For the initial zswap_cpu_comp_prepare() call on a CPU, it doesn't
matter because a failure will cause a failure of initialization or CPU
onlining. For calls after a CPU is offlined, zswap_cpu_comp_dead()
will have set acomp_ctx->req to NULL, so leaving it unmodified keeps
it as NULL.

Although I suppose the comment is not really clear because
zswap_cpu_comp_prepare() could fail before acomp_request_alloc() is
ever called and this would not be a problem (as the onlining will
fail).

Maybe it's best to just drop the comment.
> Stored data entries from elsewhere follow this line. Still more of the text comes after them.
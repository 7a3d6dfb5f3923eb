//! Solubility of the shelf salts in water against temperature, and the check of a recipe,
//! stock or concentrate against it at the temperatures it is made and stored at.
//!
//! Values are grams of the anhydrous salt per 100 g of water, at the
//! temperatures of the usual handbook table of aqueous solubility against
//! temperature (CRC Handbook of Chemistry and Physics, "Aqueous solubility
//! of inorganic compounds at various temperatures"; citric acid from the
//! same handbook's organic table). **Every figure here is from memory** and
//! is to be re-read against the handbook before it counts as a check; the
//! warnings therefore say "about" and use a margin (a solution is flagged
//! from 85 % of the estimated capacity). Between table temperatures the
//! value is interpolated linearly; outside the table's range nothing is
//! said (not checked). Forms with no entry here are not checked, and the
//! result says which.
//!
//! The capacity of a litre of solution is estimated from the mass fraction
//! at saturation, w = s/(100 + s), and a rough solution density of
//! 1 + 0.7·w g/mL (common practice for simple salts; no source): it is an
//! estimate for a warning, not a density model. Several salts in one
//! solution are checked one by one (no common-ion effect).

use super::spec::{Ingredient, RecipeSpec, RecipeWarning};
use crate::error::{Result, SolverError};
use crate::fmt::{sig, sig_trim};
pub use crate::system::formula::anhydrous;
use crate::system::formula::molar_mass;

/// One salt's solubility table.
#[derive(Debug, Clone, Copy, PartialEq)]
pub struct SolubilityTable {
    /// Anhydrous formula as in the library's forms (`Na2HPO4`).
    pub formula: &'static str,
    /// (°C, g anhydrous salt per 100 g water), rising temperatures.
    pub points: &'static [(f64, f64)],
}

/// The salts with a solubility table (values from memory, see the module notes).
pub const SOLUBILITY: &[SolubilityTable] = &[
    SolubilityTable {
        formula: "NaCl",
        points: &[
            (0.0, 35.7),
            (10.0, 35.8),
            (20.0, 35.9),
            (30.0, 36.1),
            (40.0, 36.4),
            (60.0, 37.1),
        ],
    },
    SolubilityTable {
        formula: "KCl",
        points: &[
            (0.0, 28.0),
            (10.0, 31.2),
            (20.0, 34.2),
            (30.0, 37.2),
            (40.0, 40.1),
            (60.0, 45.8),
        ],
    },
    SolubilityTable {
        formula: "NH4Cl",
        points: &[
            (0.0, 29.4),
            (10.0, 33.3),
            (20.0, 37.2),
            (30.0, 41.4),
            (40.0, 45.8),
            (60.0, 55.3),
        ],
    },
    SolubilityTable {
        formula: "Na2HPO4",
        points: &[
            (0.0, 1.7),
            (10.0, 3.6),
            (20.0, 7.8),
            (25.0, 11.8),
            (30.0, 20.0),
            (40.0, 55.0),
        ],
    },
    SolubilityTable {
        formula: "NaH2PO4",
        points: &[
            (0.0, 56.5),
            (10.0, 69.8),
            (20.0, 86.9),
            (30.0, 106.5),
            (40.0, 133.3),
        ],
    },
    SolubilityTable {
        formula: "KH2PO4",
        points: &[
            (0.0, 14.8),
            (10.0, 18.3),
            (20.0, 22.6),
            (30.0, 28.0),
            (40.0, 35.5),
            (60.0, 50.2),
        ],
    },
    SolubilityTable {
        formula: "NaHCO3",
        points: &[
            (0.0, 6.9),
            (10.0, 8.15),
            (20.0, 9.6),
            (30.0, 11.1),
            (40.0, 12.7),
            (60.0, 16.4),
        ],
    },
    SolubilityTable {
        formula: "Na2CO3",
        points: &[
            (0.0, 7.0),
            (10.0, 12.5),
            (20.0, 21.5),
            (30.0, 39.7),
            (40.0, 49.0),
        ],
    },
    SolubilityTable {
        formula: "KHCO3",
        points: &[
            (0.0, 22.4),
            (10.0, 27.7),
            (20.0, 33.2),
            (30.0, 39.1),
            (40.0, 45.4),
            (60.0, 60.0),
        ],
    },
    SolubilityTable {
        formula: "K2CO3",
        points: &[(0.0, 105.5), (20.0, 110.5), (40.0, 116.9), (60.0, 126.8)],
    },
    SolubilityTable {
        formula: "H3BO3",
        points: &[
            (0.0, 2.52),
            (10.0, 3.49),
            (20.0, 4.72),
            (30.0, 6.23),
            (40.0, 8.08),
            (60.0, 12.9),
        ],
    },
    SolubilityTable {
        formula: "Na2B4O7",
        points: &[
            (0.0, 1.1),
            (10.0, 1.6),
            (20.0, 2.6),
            (30.0, 3.9),
            (40.0, 6.7),
            (60.0, 19.0),
        ],
    },
    SolubilityTable {
        formula: "C6H8O7",
        points: &[
            (0.0, 96.0),
            (10.0, 118.0),
            (20.0, 146.0),
            (30.0, 181.0),
            (40.0, 218.0),
        ],
    },
];

/// Fraction of the estimated capacity from which a solution is flagged.
pub const SOLUBILITY_MARGIN: f64 = 0.85;

/// g of anhydrous salt per 100 g water at `t` °C, interpolated; `None` when
/// the salt has no table or `t` is outside it.
///
/// # Example
///
/// ```
/// use solver::recipe::solubility::grams_per_100g_water;
/// assert_eq!(grams_per_100g_water("KCl", 20.0), Some(34.2));
/// assert_eq!(grams_per_100g_water("KCl", 80.0), None);
/// assert_eq!(grams_per_100g_water("C4H11NO3", 20.0), None); // no table
/// ```
pub fn grams_per_100g_water(formula: &str, t: f64) -> Option<f64> {
    let table = SOLUBILITY.iter().find(|s| s.formula == formula)?;
    let pts = table.points;
    pts.windows(2).find_map(|w| match w {
        [(t0, s0), (t1, s1)] if (*t0..=*t1).contains(&t) => {
            Some(s0 + (s1 - s0) * (t - t0) / (t1 - t0))
        }
        _ => None,
    })
}

/// Estimated grams of anhydrous salt a litre of saturated solution holds,
/// from `s` g per 100 g water (see the module notes).
pub fn capacity_g_per_l(s: f64) -> f64 {
    let w = s / (100.0 + s);
    1000.0 * (1.0 + 0.7 * w) * w
}

/// One salt of a solution checked at one temperature.
#[derive(Debug, Clone, PartialEq)]
pub struct SolubilityCheck {
    /// The formula weighed (`Na2HPO4·7H2O`).
    pub formula: String,
    /// Its concentration in the solution made, mol/L.
    pub conc_m: f64,
    /// g/L of the anhydrous salt that is.
    pub needed_g_l: f64,
    /// Estimated g/L of the anhydrous salt that dissolves at the temperature.
    pub soluble_g_l: f64,
    /// The temperature, °C.
    pub temperature_c: f64,
    /// Lowest table temperature at which it would dissolve, °C, if any.
    pub dissolves_above_c: Option<f64>,
}

/// Check a salt at `conc_m` mol/L against its solubility at `t` °C: `Some`
/// when it needs at least [`SOLUBILITY_MARGIN`] of the estimated capacity,
/// `None` when it is well inside it, has no table, or `t` is outside it.
pub fn check_salt(formula: &str, conc_m: f64, t: f64) -> Option<SolubilityCheck> {
    let base = anhydrous(formula);
    let m = molar_mass(base).ok()?;
    let needed = conc_m * m;
    let soluble = capacity_g_per_l(grams_per_100g_water(base, t)?);
    if !(needed.is_finite() && needed >= SOLUBILITY_MARGIN * soluble) {
        return None;
    }
    let table = SOLUBILITY.iter().find(|s| s.formula == base)?;
    let dissolves_above_c = table.points.iter().map(|(tt, _)| *tt).find(|tt| {
        grams_per_100g_water(base, *tt)
            .is_some_and(|s| needed < SOLUBILITY_MARGIN * capacity_g_per_l(s))
    });
    Some(SolubilityCheck {
        formula: formula.to_string(),
        conc_m,
        needed_g_l: needed,
        soluble_g_l: soluble,
        temperature_c: t,
        dissolves_above_c,
    })
}

/// Whether a salt has a solubility table here.
pub fn has_table(formula: &str) -> bool {
    let base = anhydrous(formula);
    SOLUBILITY.iter().any(|s| s.formula == base)
}

/// Each weighed salt of the solution made checked against its solubility
/// where it is made (`t_prep`) and, when given, where it is kept.
///
/// # Errors
///
/// [`SolverError::Infeasible`] on `concentrate_factor` for a concentrate
/// with a salt that would not dissolve at any temperature of its table.
pub(crate) fn recipe_warnings(
    spec: &RecipeSpec,
    ingredients: &[Ingredient],
    t_prep: f64,
) -> Result<Vec<RecipeWarning>> {
    let mut out = Vec::new();
    for i in ingredients.iter().filter(|i| i.grams.is_some()) {
        let c = i.mol / spec.volume_l;
        let made = check_salt(&i.formula, c, t_prep);
        if let Some(m) = &made {
            if spec.concentrate_factor > 1.0 && m.dissolves_above_c.is_none() {
                return Err(SolverError::Infeasible {
                    field: "concentrate_factor".into(),
                    reason: format!(
                        "the {}× concentrate needs about {} g/L of {}, more than dissolves at any temperature of its solubility table (about {} g/L at {} °C); choose a smaller factor",
                        sig_trim(spec.concentrate_factor, 3),
                        sig(m.needed_g_l, 3),
                        anhydrous(&i.formula),
                        sig(m.soluble_g_l, 2),
                        sig_trim(t_prep, 3)
                    ),
                });
            }
        }
        let stored = spec
            .store_temperature_c
            .filter(|t| *t != t_prep)
            .and_then(|t| check_salt(&i.formula, c, t));
        for (check, is_stored) in [(made, false), (stored, true)] {
            if let Some(k) = check {
                out.push(RecipeWarning::Solubility {
                    formula: k.formula,
                    conc_m: k.conc_m,
                    needed_g_l: k.needed_g_l,
                    soluble_g_l: k.soluble_g_l,
                    temperature_c: k.temperature_c,
                    stored: is_stored,
                    dissolves_above_c: k.dissolves_above_c,
                });
            }
        }
    }
    Ok(out)
}

#[cfg(test)]
mod tests {
    use super::*;

    #[test]
    fn tables_rise_in_temperature_and_are_positive() {
        for s in SOLUBILITY {
            assert!(
                s.points.windows(2).all(|w| w[0].0 < w[1].0),
                "{}",
                s.formula
            );
            assert!(s.points.iter().all(|p| p.1 > 0.0), "{}", s.formula);
            assert!(molar_mass(s.formula).is_ok(), "{}", s.formula);
        }
    }

    #[test]
    fn interpolation_and_edges() {
        let v = grams_per_100g_water("Na2HPO4", 22.0).unwrap_or(0.0);
        assert!((v - (7.8 + 4.0 * 0.4)).abs() < 1e-9, "{v}");
        assert_eq!(grams_per_100g_water("Na2HPO4", 41.0), None);
        assert_eq!(anhydrous("Na2HPO4·7H2O"), "Na2HPO4");
        assert!(has_table("NaH2PO4·H2O") && !has_table("C4H11NO3"));
    }
}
Andrew, could you please fold this in?

diff --git a/mm/zswap.c b/mm/zswap.c
index 4d7e564732267..30f5a27a68620 100644
--- a/mm/zswap.c
+++ b/mm/zswap.c
@@ -848,8 +848,6 @@ static int zswap_cpu_comp_prepare(unsigned int
cpu, struct hlist_node *node)
                ret = -ENOMEM;
                goto req_fail;
        }
-
-       /* acomp_ctx->req must be NULL if the acomp_ctx is not fully
initialized */
        acomp_ctx->req = req;

        crypto_init_wait(&acomp_ctx->wait);

>
> I was wondering how error conditions encountered in zswap_cpu_comp_prepare()
> will impact zswap_[de]compress(). This is probably unrelated to this patch itself,
> but is my understanding correct that an error in this procedure will cause
> zswap_enabled to be set to false, which will cause any zswap_stores() to fail early?

Yeah that is my understanding, for the initial call. For later calls
when a CPU gets onlined I think the CPU onlining fails and the
acomp_ctx is not used.